::: Available records :::
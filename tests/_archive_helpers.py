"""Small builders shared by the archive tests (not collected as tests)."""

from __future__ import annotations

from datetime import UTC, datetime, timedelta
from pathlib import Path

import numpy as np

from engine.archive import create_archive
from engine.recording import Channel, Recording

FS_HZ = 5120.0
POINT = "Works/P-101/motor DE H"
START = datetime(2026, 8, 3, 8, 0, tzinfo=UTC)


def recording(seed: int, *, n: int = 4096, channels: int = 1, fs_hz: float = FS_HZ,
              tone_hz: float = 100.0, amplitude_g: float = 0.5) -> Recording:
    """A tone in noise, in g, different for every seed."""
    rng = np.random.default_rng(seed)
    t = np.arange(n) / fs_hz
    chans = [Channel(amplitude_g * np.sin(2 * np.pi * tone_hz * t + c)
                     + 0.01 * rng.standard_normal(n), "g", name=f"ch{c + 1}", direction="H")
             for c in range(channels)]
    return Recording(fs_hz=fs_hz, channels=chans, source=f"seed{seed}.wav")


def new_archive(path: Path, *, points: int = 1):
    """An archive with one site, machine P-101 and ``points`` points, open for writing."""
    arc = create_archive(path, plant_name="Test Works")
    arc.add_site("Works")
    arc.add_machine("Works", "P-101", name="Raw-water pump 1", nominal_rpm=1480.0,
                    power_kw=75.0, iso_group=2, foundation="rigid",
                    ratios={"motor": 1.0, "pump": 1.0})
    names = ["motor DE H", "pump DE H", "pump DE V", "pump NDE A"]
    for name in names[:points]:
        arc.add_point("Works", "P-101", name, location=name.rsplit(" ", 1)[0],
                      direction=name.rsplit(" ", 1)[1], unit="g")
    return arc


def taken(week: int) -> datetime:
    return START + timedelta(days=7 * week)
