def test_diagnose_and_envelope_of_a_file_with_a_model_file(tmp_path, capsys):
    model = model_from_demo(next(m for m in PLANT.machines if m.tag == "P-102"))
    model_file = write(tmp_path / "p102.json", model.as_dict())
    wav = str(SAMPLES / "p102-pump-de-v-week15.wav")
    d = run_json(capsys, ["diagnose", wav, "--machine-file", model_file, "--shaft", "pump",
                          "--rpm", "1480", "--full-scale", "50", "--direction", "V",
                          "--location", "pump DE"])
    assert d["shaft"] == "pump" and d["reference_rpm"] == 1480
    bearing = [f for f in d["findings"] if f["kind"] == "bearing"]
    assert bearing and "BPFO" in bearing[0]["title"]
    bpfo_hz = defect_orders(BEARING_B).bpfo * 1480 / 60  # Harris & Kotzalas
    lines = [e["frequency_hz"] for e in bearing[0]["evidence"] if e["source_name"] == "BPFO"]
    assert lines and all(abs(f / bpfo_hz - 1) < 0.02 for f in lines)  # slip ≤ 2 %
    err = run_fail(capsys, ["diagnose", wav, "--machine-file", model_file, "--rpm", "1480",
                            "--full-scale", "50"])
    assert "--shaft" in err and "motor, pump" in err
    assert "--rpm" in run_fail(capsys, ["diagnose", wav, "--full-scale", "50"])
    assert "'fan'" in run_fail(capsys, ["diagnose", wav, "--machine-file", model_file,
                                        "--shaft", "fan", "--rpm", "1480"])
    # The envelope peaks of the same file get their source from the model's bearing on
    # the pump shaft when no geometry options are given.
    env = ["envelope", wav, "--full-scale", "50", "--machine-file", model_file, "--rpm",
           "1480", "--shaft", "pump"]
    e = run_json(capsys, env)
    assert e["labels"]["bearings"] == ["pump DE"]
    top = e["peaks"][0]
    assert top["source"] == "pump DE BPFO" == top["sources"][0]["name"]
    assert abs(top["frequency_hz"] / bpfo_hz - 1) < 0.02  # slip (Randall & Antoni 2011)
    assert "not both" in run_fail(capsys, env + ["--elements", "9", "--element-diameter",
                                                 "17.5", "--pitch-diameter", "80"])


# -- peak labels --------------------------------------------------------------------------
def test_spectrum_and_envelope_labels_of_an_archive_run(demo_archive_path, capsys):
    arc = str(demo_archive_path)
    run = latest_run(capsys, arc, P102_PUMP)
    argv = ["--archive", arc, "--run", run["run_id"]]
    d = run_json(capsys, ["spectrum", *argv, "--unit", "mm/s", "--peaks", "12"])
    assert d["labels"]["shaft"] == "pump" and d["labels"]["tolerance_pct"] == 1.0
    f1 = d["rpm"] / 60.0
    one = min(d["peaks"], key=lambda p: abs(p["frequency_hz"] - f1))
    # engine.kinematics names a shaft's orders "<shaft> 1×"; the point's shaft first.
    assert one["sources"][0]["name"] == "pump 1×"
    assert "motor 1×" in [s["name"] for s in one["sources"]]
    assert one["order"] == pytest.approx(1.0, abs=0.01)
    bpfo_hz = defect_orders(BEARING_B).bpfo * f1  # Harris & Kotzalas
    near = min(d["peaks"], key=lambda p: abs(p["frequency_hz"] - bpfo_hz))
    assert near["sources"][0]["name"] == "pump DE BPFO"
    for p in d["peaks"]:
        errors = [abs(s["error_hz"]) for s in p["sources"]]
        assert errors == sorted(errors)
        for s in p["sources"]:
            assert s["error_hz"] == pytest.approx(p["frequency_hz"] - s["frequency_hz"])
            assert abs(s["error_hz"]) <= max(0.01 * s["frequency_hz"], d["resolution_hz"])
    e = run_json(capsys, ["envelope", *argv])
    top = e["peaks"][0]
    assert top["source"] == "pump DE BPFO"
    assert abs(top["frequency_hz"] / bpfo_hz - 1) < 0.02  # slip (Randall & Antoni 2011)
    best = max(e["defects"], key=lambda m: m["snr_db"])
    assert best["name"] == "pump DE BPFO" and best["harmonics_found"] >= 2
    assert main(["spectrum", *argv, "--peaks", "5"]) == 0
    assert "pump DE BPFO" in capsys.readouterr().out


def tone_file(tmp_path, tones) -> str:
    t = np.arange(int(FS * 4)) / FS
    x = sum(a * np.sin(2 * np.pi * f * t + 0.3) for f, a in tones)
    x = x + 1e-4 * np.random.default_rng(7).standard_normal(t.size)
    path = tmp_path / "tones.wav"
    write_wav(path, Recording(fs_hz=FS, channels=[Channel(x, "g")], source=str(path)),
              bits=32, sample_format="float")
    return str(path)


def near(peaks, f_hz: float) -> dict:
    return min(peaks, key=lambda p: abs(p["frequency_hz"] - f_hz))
:::
Your objective: Using the data above, reproduce every line exactly.

Exercise response:
filename tests/_archive_helpers.py
"""Small builders shared by the archive tests (not collected as tests)."""

from __future__ import annotations

from datetime import UTC, datetime, timedelta
from pathlib import Path

import numpy as np

from engine.archive import create_archive
from engine.recording import Channel, Recording

FS_HZ = 5120.0
POINT = "Works/P-101/motor DE H"
START = datetime(2026, 8, 3, 8, 0, tzinfo=UTC)


def recording(seed: int, *, n: int = 4096, channels: int = 1, fs_hz: float = FS_HZ,
              tone_hz: float = 100.0, amplitude_g: float = 0.5) -> Recording:
    """A tone in noise, in g, different for every seed."""
    rng = np.random.default_rng(seed)
    t = np.arange(n) / fs_hz
    chans = [Channel(amplitude_g * np.sin(2 * np.pi * tone_hz * t + c)
                     + 0.01 * rng.standard_normal(n), "g", name=f"ch{c + 1}", direction="H")
             for c in range(channels)]
    return Recording(fs_hz=fs_hz, channels=chans, source=f"seed{seed}.wav")


def new_archive(path: Path, *, points: int = 1):
    """An archive with one site, machine P-101 and ``points`` points, open for writing."""
    arc = create_archive(path, plant_name="Test Works")
    arc.add_site("Works")
    arc.add_machine("Works", "P-101", name="Raw-water pump 1", nominal_rpm=1480.0,
                    power_kw=75.0, iso_group=2, foundation="rigid",
                    ratios={"motor": 1.0, "pump": 1.0})
    names = ["motor DE H", "pump DE H", "pump DE V", "pump NDE A"]
    for name in names[:points]:
        arc.add_point("Works", "P-101", name, location=name.rsplit(" ", 1)[0],
                      direction=name.rsplit(" ", 1)[1], unit="g")
    return arc


def taken(week: int) -> datetime:
    return START + timedelta(days=7 * week)
def test_diagnose_and_envelope_of_a_file_with_a_model_file(tmp_path, capsys):
    model = model_from_demo(next(m for m in PLANT.machines if m.tag == "P-102"))
    model_file = write(tmp_path / "p102.json", model.as_dict())
    wav = str(SAMPLES / "p102-pump-de-v-week15.wav")
    d = run_json(capsys, ["diagnose", wav, "--machine-file", model_file, "--shaft", "pump",
                          "--rpm", "1480", "--full-scale", "50", "--direction", "V",
                          "--location", "pump DE"])
    assert d["shaft"] == "pump" and d["reference_rpm"] == 1480
    bearing = [f for f in d["findings"] if f["kind"] == "bearing"]
    assert bearing and "BPFO" in bearing[0]["title"]
    bpfo_hz = defect_orders(BEARING_B).bpfo * 1480 / 60  # Harris & Kotzalas
    lines = [e["frequency_hz"] for e in bearing[0]["evidence"] if e["source_name"] == "BPFO"]
    assert lines and all(abs(f / bpfo_hz - 1) < 0.02 for f in lines)  # slip ≤ 2 %
    err = run_fail(capsys, ["diagnose", wav, "--machine-file", model_file, "--rpm", "1480",
                            "--full-scale", "50"])
    assert "--shaft" in err and "motor, pump" in err
    assert "--rpm" in run_fail(capsys, ["diagnose", wav, "--full-scale", "50"])
    assert "'fan'" in run_fail(capsys, ["diagnose", wav, "--machine-file", model_file,
                                        "--shaft", "fan", "--rpm", "1480"])
    # The envelope peaks of the same file get their source from the model's bearing on
    # the pump shaft when no geometry options are given.
    env = ["envelope", wav, "--full-scale", "50", "--machine-file", model_file, "--rpm",
           "1480", "--shaft", "pump"]
    e = run_json(capsys, env)
    assert e["labels"]["bearings"] == ["pump DE"]
    top = e["peaks"][0]
    assert top["source"] == "pump DE BPFO" == top["sources"][0]["name"]
    assert abs(top["frequency_hz"] / bpfo_hz - 1) < 0.02  # slip (Randall & Antoni 2011)
    assert "not both" in run_fail(capsys, env + ["--elements", "9", "--element-diameter",
                                                 "17.5", "--pitch-diameter", "80"])


# -- peak labels --------------------------------------------------------------------------
def test_spectrum_and_envelope_labels_of_an_archive_run(demo_archive_path, capsys):
    arc = str(demo_archive_path)
    run = latest_run(capsys, arc, P102_PUMP)
    argv = ["--archive", arc, "--run", run["run_id"]]
    d = run_json(capsys, ["spectrum", *argv, "--unit", "mm/s", "--peaks", "12"])
    assert d["labels"]["shaft"] == "pump" and d["labels"]["tolerance_pct"] == 1.0
    f1 = d["rpm"] / 60.0
    one = min(d["peaks"], key=lambda p: abs(p["frequency_hz"] - f1))
    # engine.kinematics names a shaft's orders "<shaft> 1×"; the point's shaft first.
    assert one["sources"][0]["name"] == "pump 1×"
    assert "motor 1×" in [s["name"] for s in one["sources"]]
    assert one["order"] == pytest.approx(1.0, abs=0.01)
    bpfo_hz = defect_orders(BEARING_B).bpfo * f1  # Harris & Kotzalas
    near = min(d["peaks"], key=lambda p: abs(p["frequency_hz"] - bpfo_hz))
    assert near["sources"][0]["name"] == "pump DE BPFO"
    for p in d["peaks"]:
        errors = [abs(s["error_hz"]) for s in p["sources"]]
        assert errors == sorted(errors)
        for s in p["sources"]:
            assert s["error_hz"] == pytest.approx(p["frequency_hz"] - s["frequency_hz"])
            assert abs(s["error_hz"]) <= max(0.01 * s["frequency_hz"], d["resolution_hz"])
    e = run_json(capsys, ["envelope", *argv])
    top = e["peaks"][0]
    assert top["source"] == "pump DE BPFO"
    assert abs(top["frequency_hz"] / bpfo_hz - 1) < 0.02  # slip (Randall & Antoni 2011)
    best = max(e["defects"], key=lambda m: m["snr_db"])
    assert best["name"] == "pump DE BPFO" and best["harmonics_found"] >= 2
    assert main(["spectrum", *argv, "--peaks", "5"]) == 0
    assert "pump DE BPFO" in capsys.readouterr().out


def tone_file(tmp_path, tones) -> str:
    t = np.arange(int(FS * 4)) / FS
    x = sum(a * np.sin(2 * np.pi * f * t + 0.3) for f, a in tones)
    x = x + 1e-4 * np.random.default_rng(7).standard_normal(t.size)
    path = tmp_path / "tones.wav"
    write_wav(path, Recording(fs_hz=FS, channels=[Channel(x, "g")], source=str(path)),
              bits=32, sample_format="float")
    return str(path)


def near(peaks, f_hz: float) -> dict:
    return min(peaks, key=lambda p: abs(p["frequency_hz"] - f_hz))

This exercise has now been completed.